### Assignment
Search the data for the word "fixed" and copy every line that contains it.

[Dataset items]
----------------------------------------
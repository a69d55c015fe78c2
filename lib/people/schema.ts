import { z } from 'zod';
import { STUDY_ROLES } from '../auth/permissions';
import { instant } from '../http/params';

export const PASSWORD_LENGTH = { least: 12, most: 200 } as const;
export const INVITATION_DAYS = 7;

const name = z
  .string()
  .trim()
  .min(1, 'Give the person’s name.')
  .max(200, 'A name has at most 200 characters.')
  .regex(/^[^\r\n\t]*$/, 'A name is one line.');
const email = z
  .string()
  .trim()
  .toLowerCase()
  .pipe(z.email('Give an e-mail address, for example name@company.example.'))
  .pipe(z.string().max(254, 'An address has at most 254 characters.'));

export const invitePersonBody = z
  .strictObject({
    name,
    email,
    role: z.enum(STUDY_ROLES, 'Choose a role.'),
    siteCode: z.string().trim().max(40).optional(),
  })
  .superRefine((body, context) => {
    if (body.role === 'coordinator' && !body.siteCode)
      context.addIssue({ code: 'custom', path: ['siteCode'], message: 'Choose the coordinator’s site.' });
    if (body.role !== 'coordinator' && body.siteCode)
      context.addIssue({
        code: 'custom',
        path: ['siteCode'],
        message: 'Only a site coordinator has a site. Leave it empty.',
      });
  });
export type InvitePersonBody = z.infer<typeof invitePersonBody>;

export const inviteOwnerBody = z.strictObject({ name, email });

export const password = z
  .string()
  .min(
    PASSWORD_LENGTH.least,
    `A password has at least ${PASSWORD_LENGTH.least} characters. A few words in a row are fine.`,
  )
  .max(PASSWORD_LENGTH.most, `A password has at most ${PASSWORD_LENGTH.most} characters.`);

export const acceptInvitationBody = z.strictObject({ token: z.string().min(20).max(200), name, password });
export const joinBody = z.strictObject({ token: z.string().min(20).max(200) });

export const memberSchema = z.strictObject({
  id: z.uuid(),
  name: z.string(),
  email: z.string(),
  role: z.enum(STUDY_ROLES),
  siteCode: z.string().nullable(),
  since: instant,
});
export type Member = z.infer<typeof memberSchema>;

export const invitationSchema = z.strictObject({
  id: z.uuid(),
  name: z.string(),
  email: z.string(),
  role: z.enum([...STUDY_ROLES, 'owner']),
  siteCode: z.string().nullable(),
  expiresAt: instant,
  isExpired: z.boolean(),
});
export type PendingInvitation = z.infer<typeof invitationSchema>;

export const peopleSchema = z.strictObject({ members: z.array(memberSchema), invitations: z.array(invitationSchema) });
export type People = z.infer<typeof peopleSchema>;

/** What the person who follows an invitation's link is told before they accept. */
export const invitationViewSchema = z.strictObject({
  organisationName: z.string(),
  studyTitle: z.string().nullable(),
  roleName: z.string(),
  name: z.string(),
  email: z.string(),
  hasAccount: z.boolean(),
});
export type InvitationView = z.infer<typeof invitationViewSchema>;
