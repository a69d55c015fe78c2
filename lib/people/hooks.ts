import { useMutation, useQuery, useQueryClient } from '@tanstack/react-query';
import { callOperation } from '../http/client';
import {
  endMembershipOperation,
  inviteOwnerOperation,
  invitePersonOperation,
  listPeopleOperation,
  revokeInvitationOperation,
} from './operations';
import type { InvitePersonBody, People } from './schema';

const peopleKey = (code: string) => ['people', code] as const;

export function usePeople(code: string, initialData: People) {
  return useQuery({
    queryKey: peopleKey(code),
    queryFn: ({ signal }) => callOperation(listPeopleOperation, { params: { code }, signal }),
    initialData,
    staleTime: 5_000,
  });
}

function useRefresh(code: string) {
  const client = useQueryClient();
  return () => client.invalidateQueries({ queryKey: peopleKey(code) });
}

export function useInvitePerson(code: string) {
  return useMutation({
    mutationFn: (body: InvitePersonBody) => callOperation(invitePersonOperation, { params: { code }, body }),
    onSuccess: useRefresh(code),
  });
}

export function useRevokeInvitation(code: string) {
  return useMutation({
    mutationFn: (id: string) => callOperation(revokeInvitationOperation, { params: { code, id } }),
    onSuccess: useRefresh(code),
  });
}

export function useEndMembership(code: string) {
  return useMutation({
    mutationFn: (id: string) => callOperation(endMembershipOperation, { params: { code, id } }),
    onSuccess: useRefresh(code),
  });
}

export function useInviteOwner() {
  return useMutation({
    mutationFn: (body: { name: string; email: string }) => callOperation(inviteOwnerOperation, { params: {}, body }),
  });
}
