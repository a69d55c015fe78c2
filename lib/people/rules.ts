import { createHash } from 'node:crypto';
import { dictionary } from '@zxcvbn-ts/language-common';
import type { ActingRole, StudyRole } from '../auth/permissions';

/** The passwords seen most often in published leaks. */
const COMMON_PASSWORDS = new Set(dictionary['passwords-common']);

/** A trial manager brings in those who log and those who read; statisticians and managers are the owner's to choose. */
export function mayInvite(role: ActingRole, invited: StudyRole): boolean {
  if (role === 'owner') return true;
  return role === 'manager' && (invited === 'coordinator' || invited === 'sponsor');
}

/** Why a password is too easy to guess, or null. */
export function passwordFault(password: string, person: { name: string; email: string }): string | null {
  const plain = password.toLowerCase();
  const bare = plain.replace(/[^a-z0-9]/g, '');
  if (COMMON_PASSWORDS.has(plain) || COMMON_PASSWORDS.has(bare))
    return 'This password is one of the first that anyone would try. Choose another.';
  if (new Set(plain).size < 5) return 'This password repeats a few characters. Use more different ones.';
  const own = [person.email.split('@')[0]!, ...person.name.split(/\s+/)]
    .map((part) => part.toLowerCase())
    .filter((part) => part.length >= 4);
  if (own.some((part) => plain.replaceAll(part, '').length < 6))
    return 'This password is little more than your own name. Choose another.';
  return null;
}

/** Tokens are kept hashed: the database never holds a link that works. */
export function hashToken(token: string): string {
  return createHash('sha256').update(token).digest('hex');
}
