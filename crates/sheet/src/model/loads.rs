//! What the loads are, and where they sit.

use station::plan::{Circuit, Plan};
use station::units::{Units, farads, henries, megahertz, short};

use super::cut_list::CutRow;
use super::pieces::{Arm, Cut, arm_mark, load_mark};
use crate::fonts::printable;

/// A row of the cut list for each load: nothing to cut, but something to put between two pieces.
pub(super) fn rows(plan: &Plan, arms: &[Arm], units: Units) -> Vec<CutRow> {
    let row = |(index, load): (usize, &station::plan::Load)| {
        let wire = plan.wires.get(load.wire)?;
        let away = units.tape(load.fraction * wire.cut_length_m);
        let before = arms.iter().position(|arm| arm.to == Cut::Load(index)).map(arm_mark);
        let after = arms.iter().position(|arm| arm.from == Cut::Load(index)).map(arm_mark);
        let between = match (before, after) {
            (Some(before), Some(after)) => format!(", between {before} and {after}"),
            (Some(only), None) | (None, Some(only)) => format!(", at {only}"),
            (None, None) => String::new(),
        };
        let values = values(&load.circuit);
        // A name often says it already: "7 MHz trap".
        let kind = Some(kind(&load.circuit)).filter(|kind| !load.name.to_lowercase().contains(kind));
        let what = kind.map_or_else(|| values.clone(), |kind| format!("{kind} {values}"));
        let detail = format!("{what}; {away} along {}{between}", wire.name);
        Some(CutRow {
            mark: load_mark(index),
            part: printable(&load.name),
            detail: printable(&detail),
            plan: String::new(),
            ends: String::new(),
            extra: String::new(),
            cut: String::new(),
        })
    };
    plan.loads.iter().enumerate().filter_map(row).collect()
}

/// The word for a circuit; empty where its parts say it one by one.
fn kind(circuit: &Circuit) -> &'static str {
    match circuit {
        Circuit::Resistor { .. } => "resistor",
        Circuit::Coil { .. } => "coil",
        Circuit::Capacitor { .. } => "capacitor",
        Circuit::MeasuredTrap { .. } => "trap",
        Circuit::Parallel(parts) => match parts.as_slice() {
            [Circuit::Coil { .. }, Circuit::Capacitor { .. }]
            | [Circuit::Capacitor { .. }, Circuit::Coil { .. }] => "trap",
            _ => "",
        },
        Circuit::Series(_) => "",
    }
}

/// The values of a circuit: "12.0 µH, Q 200".
fn values(circuit: &Circuit) -> String {
    let quality = |q: &Option<f64>| q.map_or_else(String::new, |q| format!(", Q {}", short(q)));
    let each = |parts: &[Circuit], between: &str| {
        let one = |part: &Circuit| match part {
            Circuit::Series(_) | Circuit::Parallel(_) => format!("({})", values(part)),
            Circuit::MeasuredTrap { .. } => format!("trap {}", values(part)),
            _ => values(part),
        };
        parts.iter().map(one).collect::<Vec<_>>().join(between)
    };
    match circuit {
        Circuit::Resistor { resistance_ohm } => format!("{} Ω", short(*resistance_ohm)),
        Circuit::Coil { inductance_h, q } => format!("{}{}", henries(*inductance_h), quality(q)),
        Circuit::Capacitor { capacitance_f, q } => format!("{}{}", farads(*capacitance_f), quality(q)),
        Circuit::MeasuredTrap { resonance_hz, capacitance_f, q } => {
            format!("{}, {}, Q {}", megahertz(*resonance_hz), farads(*capacitance_f), short(*q))
        }
        Circuit::Series(parts) => each(parts, " in series with "),
        Circuit::Parallel(parts) => each(parts, " beside "),
    }
}
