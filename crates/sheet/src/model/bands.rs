//! What each band does on each feed.

use station::plan::{BandRange, Plan};
use station::report::{BandReport, FeedReport, Report, Sense, VerdictKind};
use station::units;

use super::{feed_letter, link_mark};
use crate::fonts::printable;

/// The top of the small curves: standing-wave ratios above it are of no use to anyone.
pub const SWR_TOP: f64 = 10.0;

/// One band.
#[derive(Clone, Debug, PartialEq)]
pub struct BandEntry {
    /// Its name.
    pub name: String,
    /// What it covers.
    pub range: String,
    /// The frequency that the figures hold for.
    pub at: String,
    /// Impedance at the feedpoint.
    pub feedpoint: String,
    /// One entry per feed.
    pub feeds: Vec<FeedEntry>,
    /// SWR at the transmitter without the matching unit, one per feed.
    pub curves: Vec<Curve>,
}

/// One feed on a band.
#[derive(Clone, Debug, PartialEq)]
pub struct FeedEntry {
    /// The feed's letter.
    pub letter: String,
    /// SWR at the feedpoint.
    pub swr_feedpoint: String,
    /// SWR at the transmitter without the matching unit.
    pub swr_before: String,
    /// SWR at the transmitter with the matching unit.
    pub swr_after: String,
    /// How the matching unit is set; empty without one.
    pub setting: String,
    /// Loss of the whole feed.
    pub loss: String,
    /// Loss of each link from the transmitter to the wire, with the link's mark.
    pub losses: String,
    /// Watts that reach the wire.
    pub watts: String,
    /// The verdict.
    pub kind: VerdictKind,
    /// Its reason, and which part of the band works where that is not all or none.
    pub reason: String,
}

/// SWR over a band.
#[derive(Clone, Debug, PartialEq)]
pub struct Curve {
    /// Place in the band from 0 to 1, and SWR.
    pub points: Vec<(f64, f64)>,
    /// Single channels: dots, no line between them.
    pub is_channels: bool,
}

/// All bands.
pub(super) fn entries(plan: &Plan, report: &Report) -> Vec<BandEntry> {
    plan.bands
        .iter()
        .zip(&report.bands)
        .map(|(band, reported)| {
            let middle = reported.middle_point();
            let is_channels = matches!(band.range, BandRange::Channels { .. });
            BandEntry {
                name: printable(&reported.name),
                range: range(reported, is_channels),
                at: units::megahertz(middle.frequency_hz),
                feedpoint: units::impedance(middle.feedpoint_ohm),
                feeds: (0..plan.feeds.len()).map(|feed| entry(reported, feed)).collect(),
                curves: (0..plan.feeds.len()).map(|feed| curve(reported, feed, is_channels)).collect(),
            }
        })
        .collect()
}

fn range(band: &BandReport, is_channels: bool) -> String {
    let (low, high) = (units::fixed(band.low_hz / 1e6, 3), units::megahertz(band.high_hz));
    match (is_channels, band.points.len()) {
        (true, 1) => format!("channel {high}"),
        (true, count) => format!("{count} channels {low}–{high}"),
        (false, _) => format!("{low}–{high}"),
    }
}

fn entry(band: &BandReport, feed: usize) -> FeedEntry {
    let middle = &band.middle_point().feeds[feed];
    let verdict = &band.feeds[feed].verdict;
    let mut reason = verdict.reason.clone();
    if !verdict.kind.works() && !verdict.covered_hz.is_empty() {
        let parts: Vec<String> = verdict.covered_hz.iter().map(|&part| covered(part)).collect();
        reason = format!("{reason}; works {}", parts.join(", "));
    }
    FeedEntry {
        letter: feed_letter(feed),
        swr_feedpoint: units::swr(middle.at_feedpoint.swr),
        swr_before: units::swr(middle.before_unit.swr),
        swr_after: units::swr(middle.at_transmitter.swr),
        setting: setting(middle),
        loss: units::decibels(middle.loss_db),
        losses: losses(middle, feed),
        watts: units::watts(middle.watts_to_wire),
        kind: verdict.kind,
        reason: printable(&reason),
    }
}

fn covered((low_hz, high_hz): (f64, f64)) -> String {
    let (low, high) = (units::fixed(low_hz / 1e6, 3), units::megahertz(high_hz));
    if high_hz > low_hz { format!("{low}–{high}") } else { high }
}

fn setting(feed: &FeedReport) -> String {
    feed.setting.map_or_else(String::new, |setting| {
        let side = match setting.sense {
            Sense::CapacitorAtWire => "at wire",
            Sense::CapacitorAtTransmitter => "at transmitter",
        };
        format!("{}, {} {side}", units::henries(setting.inductance_h), units::farads(setting.capacitance_f))
    })
}

fn losses(report: &FeedReport, feed: usize) -> String {
    let links = report.links.len();
    let part = |(from_wire, link): (usize, &station::report::LinkReport)| {
        format!("{}\u{a0}{}", link_mark(feed, links, from_wire), units::fixed(link.loss_db, 2))
    };
    report.links.iter().enumerate().rev().map(part).collect::<Vec<_>>().join("  ")
}

fn curve(band: &BandReport, feed: usize, is_channels: bool) -> Curve {
    let width_hz = band.high_hz - band.low_hz;
    let place = |f: f64| if width_hz > 0.0 { (f - band.low_hz) / width_hz } else { 0.5 };
    let points = band
        .points
        .iter()
        .map(|point| (place(point.frequency_hz), point.feeds[feed].before_unit.swr))
        .collect();
    Curve { points, is_channels }
}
----------------------------------------
### Solution for this task
    let (low, high) = (units::fixed(band.low_hz / 1e6, 3), units::megahertz(band.high_hz));
    let (low, high) = (units::fixed(low_hz / 1e6, 3), units::megahertz(high_hz));
        format!("{}\u{a0}{}", link_mark(feed, links, from_wire), units::fixed(link.loss_db, 2))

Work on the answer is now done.